Certo, avendo quattro figli devo dissimulare, tenendo tutto questo per me, per me e voi, adesso, ma è davvero un periodo oscuro, e questo dicembre, mese che in genere vivevo con quell’attesa carica di aspettative per i bei giorni che avrei passato nella mia Ancona, coi miei cari, miei cari che vedo in genere solo durante le feste di Natale e d’estate, i miei cari e i miei amici, questo dicembre sta sempre più assomigliando a un pozzo nero, l’idea della lontananza coatta che toglie il fiato, l’idea degli anni che scorrono e non torneranno più che in qualche modo ti si inchioda alla testa, la paura degli anni che non torneranno più che si fa sentire come mai si erano fatti sentire prima, non tanto la percezione precisa di invecchiare, quanto di invecchiare inesorabilmente.
So di aver scritto una intro che, tirando in ballo angoscia e mostri, rasenta l’istigazione al suicidio, ma un diario è un diario, non sta scritto da nessuna parte che io mi debba scervellare ogni giorno per trovare le parole giuste per parlare dell’oggi, quelle che io ritengo giusto, è chiaro, tenendo sempre la musica lì, da qualche parte, e poi non possa ogni tanto lasciare socchiusa la porta dei miei tormenti. Troppo facile, altrimenti.
In tutto questo, infatti, rimane la presenza costante della scrittura, e anche dei miei studi. Chiuso in casa, come molti, ne approfitto per riordinare i miei scritti, magari per tirarne fuori qualcosa di più organico e organizzato.
Torno quindi a parlarvi di femminile, provando a indicare, Deo gratia, una angolatura differente, per me inedita.

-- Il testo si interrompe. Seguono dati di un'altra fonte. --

"""A calibration for a user's own layer: curves of known dimension like the lines that it begins with."""

from __future__ import annotations

from collections.abc import Callable
from pathlib import Path

import numpy as np

from geofractal.calibration import Calibration, Settings, calibrate_like
from geofractal.errors import LayerError
from geofractal.reader.geometry import read_lines
from geofractal.reader.planes import Projector
from geofractal.reader.vector import layer_info, stream


def calibrate_layer(
    path: Path,
    settings: Settings,
    *,
    layer: str | None = None,
    crs: str | None = None,
    progress: Callable[[float], None] | None = None,
) -> Calibration:
    """Calibrate on curves like the lines of a layer's first part.

    Parameters
    ----------
    path, layer, crs : as in a batch file
    settings : its dimensions and vertices are replaced by the layer's own
    progress : called with the share that is done, 0 to 1

    Raises
    ------
    SourceError, LayerError
        as `geofractal.reader.vector.layer_info`, or there is no line to be like
    ConfigError
        no line has a dimension to imitate
    """
    info = layer_info(path, layer=layer, crs=crs)
    assert info.crs is not None  # layer_info refuses a layer without one
    for batch in stream(info):
        found = read_lines(batch.wkb)
        if len(found):
            chunks, _ = Projector(info.crs).lines(
                np.arange(len(found)), found.xy, found.part_offsets, found.feature_offsets, found.closed
            )
            if chunks:
                return calibrate_like(max(chunks, key=len), settings, progress=progress)
    raise LayerError(f"{path}: layer {info.layer!r} holds no line or polygon to calibrate for")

Il punto di partenza è raccontare la musica al femminile e raccontare il corpo della donna nella musica al femminile, per entrare nello specifico. Raccontare, quindi, qualcosa di diverso da sé, di diverso da me. Non credo sia necessario fare esempi, è evidente che lo si può fare. Da Salgari che ha raccontato terre esotiche che non ha mai visto ai tanti che hanno scritto di futuri immaginari o di passati lontanissimi, per non dire di quelli che hanno dato voce a personaggi lontani per questioni di genere, razza, status sociale. Qui però il discorso è un pochino meno semplice di quanto non possa sembrare, sempre che scrivere romanzi e racconti lo sia.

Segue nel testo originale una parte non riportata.